Secretary of State Colin Powell is the highest-ranking US official scheduled to take part. Other American officials on the roster include Treasury Secretary Paul H. O'Neill, Environmental Protection Administrator Christine Todd Whitman, Homeland Security Director Thomas J. Ridge, Former President Bill Clinton and Senator Hillary Rodham Clinton.

Also scheduled to take part are 43 leaders and other representatives of the world's leading religions, a much larger representation than at prior WEF meetings. Among their number are at least eight Muslim leaders along with the Chief Rabbi of Israel, Ravi Shankar and Desmond M. Tutu.

"It is clear that the world's religions play a central role in societies around the world," said Klaus Schwab, founder and President of the Forum. 'We believe that religious leaders can make an invaluable contribution to our multi-stakeholder dialogue as we address the major challenges on the global agenda." "When we were planning this meeting," said Donna Redel, a Managing Director of the Forum and head of its Center for Global Industries, "in the aftermath of Sept. 11 and in the midst of an anthrax scare in New York, we could hardly have imagined the level of participation we're looking at today. It's clear that our members feel that this meeting is both necessary and important at this time."

The program for this meeting will also differ from those of the past, according to Frédéric Sicre, another Managing Director and head of the Forum's Center for Regional Strategies. Many sessions that would have been handled as panel discussions, he said, will be workshops to "allow participants to debate key concepts and share valuable insights with peers on leadership and management issues and to explore the business, government and civil-society perspectives on common challenges."

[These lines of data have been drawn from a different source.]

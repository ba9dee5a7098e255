// Package split assigns the files of a thrum output tree to train, eval and
// test so that no evaluation clip, nor anything derived from it, reaches
// training; it writes the lists, and audits a tree for leakage, including a
// near-duplicate search across the split boundary.
//
// # Assignment rules
//
// The unit is the group: a machine id and its ledger Group (the source
// recording, its session, or a block of it). All files of a group share one
// split. Every group has a stable hash
//
//	u = Unit(seed, "group", machine, group) ∈ [0, 1)
//
// Unit is SHA-256 over "thrum/split/v1\x00", the plant seed (8 bytes little
// endian) and the NUL-terminated strings kind, machine id and key; the first
// 8 bytes, big endian, top 53 bits over 2^53.
//
// Fractions come per machine id (Machine.Split), else from the plant
// (Plant.Split), else DefaultFractions: train 0.70, eval 0.15, test 0.15,
// anomalous_eval 0.5. train + eval + test must be 1. The plant's
// split_method says how groups are dealt (Policy.Decide):
//
//   - "shares" (default): the normal groups of one machine and condition,
//     ordered by u (then name), are dealt train first, then eval, then test,
//     by the counts that meet n × fraction as closely as whole groups allow
//     (largest remainder, every split with a non-zero fraction getting one
//     group first when there are enough). Adding a recording changes n and
//     takes a place in the order, so some existing groups near a boundary
//     of the order may move to another split; a rerun with the same
//     recordings always gives the same answer.
//   - "stable-hash": split = train if u < f_train; eval if u < f_train +
//     f_eval; test otherwise. A group depends on nothing but its own key, so
//     adding recordings never moves existing ones, but with few groups the
//     shares are met only on average and a split may stay empty.
//
// Further rules:
//
//   - A group pinned in plant.toml ([[machine.pin]] group, split) keeps that
//     split and counts towards its share; pinning a real anomalous or
//     hold-out group to train is an error.
//   - A group with a real (recorded) anomalous clip goes to eval or test,
//     never to train: with "shares" a machine's anomalous groups, in u
//     order, are dealt by anomalous_eval and 1 − anomalous_eval, so eval and
//     test each get one whenever there are two or more; with "stable-hash"
//     eval when u < anomalous_eval.
//   - A group with a clip in a hold-out condition goes to test.
//   - With block_seconds set, a recording outside a session folder longer
//     than one block is cut into blocks of floor(block_seconds /
//     clip_seconds) clips, each its own group (path#block-NNN). Where two
//     neighbouring blocks have different splits, the last clip of the
//     earlier one is a guard gap: excluded (reason "guard-gap") with every
//     file derived from it, so no clips recorded back to back straddle two
//     splits.
//   - Only recorded files go to eval or test. Augmented and synthetic-fault
//     files are training-only: in a group whose split is eval or test they
//     are excluded (listed with split "excluded", reason "derived-of-eval").
//     They are dropped rather than moved to train, because a variant of an
//     evaluation recording in training is exactly the leak this package
//     prevents; the recorded clips keep the group's split.
//   - A training file mixed with a background whose own split is not train
//     is excluded (reason "background-not-train").
//   - Backgrounds are partitioned like groups: Unit(seed, "background", "",
//     id) against the default fractions. An eval/test file never carries a
//     training background, a training file never an eval/test one.
//   - A training file whose speed, condition rpm × Speed, lies inside the
//     band rpm·(1 ± band_percent/100) of a hold-out condition of the same
//     machine is an error: the hold-out would no longer test an unseen speed.
//     A hold-out condition whose band holds the file's own condition's rpm
//     (a load condition at the same speed) tests something other than speed
//     and keeps no band free.
//   - When the normal recorded groups of one machine and condition are
//     fewer than the splits with a non-zero fraction, Assign fails with a
//     *TooFewGroupsError naming both. EmptySplits warns of a split left
//     without normal groups (by chance with "stable-hash") and of a machine
//     whose eval or test holds no real anomalous recording.
//
// # Use
//
// Before any split is made, the expand and faults stages follow the
// training policy, which gives the answers Assign will give, from the plant
// and its inventory alone (the usable recordings are the groups the ledgers
// will hold):
//
//	opt := augment.Options{Out: out, Policy: split.TrainingPolicy(inventory)}
//
// so only training clips get variants and fault cues, and training
// variants mix in only the train share of the background partition. The
// split stage is one call; its parts are usable alone:
//
//	res, err := split.Run(ctx, plant, out)  // merge parts, assign, write lists
//
//	entries, _ := ledger.ReadTree(out)
//	pol := split.PolicyFromPlant(plant)
//	rows, err := split.Assign(ctx, split.ItemsFromLedger(entries), pol)
//	err = split.WriteSplits(out, rows, pol)
//	rep, err := split.Audit(ctx, out, split.AuditOptions{})  // rep.OK()
//
// # Files
//
// WriteSplits writes, under OUT/splits/, each by temporary file and rename:
// lists.csv (path, machine, condition, split, origin, label, group, sha256,
// source, source_sha256, speed, backgrounds joined by ";", reason),
// summary.csv (machine, split, origin, label, files, groups),
// backgrounds.csv (id, split) and plan.json (the Policy: seed, fractions,
// conditions with rpm, band and hold-out; and the background partition), so
// that Audit can redo everything from OUT alone.
//
// # Audit and the leakage taxonomy
//
// Audit reads the ledgers, lists, plan, features/<machine>/stats.json and
// the audio, and reports each broken rule with the files it concerns. The
// rules and the leakage type of Kapoor & Narayanan (2023, Patterns 4(9)
// 100804) each guards against:
//
//	rule                                 leakage type
//	lists-match-re-derived-assignment    no clean train/test split (L1.1)
//	listed-file-exists-and-matches       no clean train/test split (L1.1)
//	real-anomalies-not-in-training       no clean train/test split (L1.1)
//	statistics-fitted-on-training-only   pre-processing on train and test data together (L1.2)
//	no-identical-file-across-splits      duplicates across train and test (L1.4)
//	no-near-duplicate-across-splits      duplicates across train and test (L1.4)
//	group-in-one-split                   non-independence between train and test samples (L3.2)
//	source-recording-in-one-split        non-independence between train and test samples (L3.2)
//	hold-out-condition-intact            non-independence between train and test samples (L3.2)
//	no-training-speed-in-hold-out-band   non-independence between train and test samples (L3.2)
//	backgrounds-partitioned              non-independence between train and test samples (L3.2)
//	eval-test-file-is-a-recorded-clip    test set not drawn from the distribution of interest (L3.3)
//	derived-files-training-only          test set not drawn from the distribution of interest (L3.3)
//
// Report.WriteText groups the violations by rule and machine pair (the
// machines of the files, "a ↔ b" for two), each group a heading with its
// count and its first TextGroupLines violations, the rest counted:
//
//	<rule> [<leakage type>] <machine>[ ↔ <machine>]: <n> violation(s)
//	  <file>[, <file>]: <detail>
//	  … and <k> more (--json lists every one)
//
// Violation.String is the one-line form of a single violation,
// "<rule> [<leakage type>]: <file>[, <file>]: <detail>".
//
// Not covered: temporal leakage (L3.1; the ledger has no recording dates),
// illegitimate features (L2) and feature selection on all data (L1.3).
// "eval-test-file-is-a-recorded-clip" compares the SHA-256 of the bytes on
// disk with the ledgers' recorded clips. AuditLists runs the duplicate rules
// alone on two sets of plain files, with no ledger.
//
// # Near-duplicate search
//
// The no-near-duplicate-across-splits rule fingerprints every listed file
// and searches the training prints for each eval/test print with package
// thrum/split/neardup, whose documentation describes the print, the index
// and their cost.
package split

"We created a brand new program for this Annual Meeting," said Schwab, "a program designed to stimulate discussion and provide insights that will help us better cope with the fragility of our times."

"Business and political leaders are now more aware of the vulnerability of our societies, our economies and our companies," says the Annual Meeting's Program Preview. "Security has become--and will remain for the foreseeable future--a major concern Š High on the agenda of the Annual Meeting 2002 is to get stakeholders of the international community--coming from government, business, civil society, academia and the media--to work together more effectively to ensure that the much-publicized notions of a clash of cultures, lifestyles and civilizations does not become a self-fulfilling prophecy."

Accordingly, "achieving security, addressing vulnerabilities" is one of the six "challenges" that the meeting will focus on, and "sharing values and respecting differences" is another. The other challenges are: "restoring sustained growth," "redefining business challenges," "reducing poverty and achieving equity" and "reevaluating leadership and governance."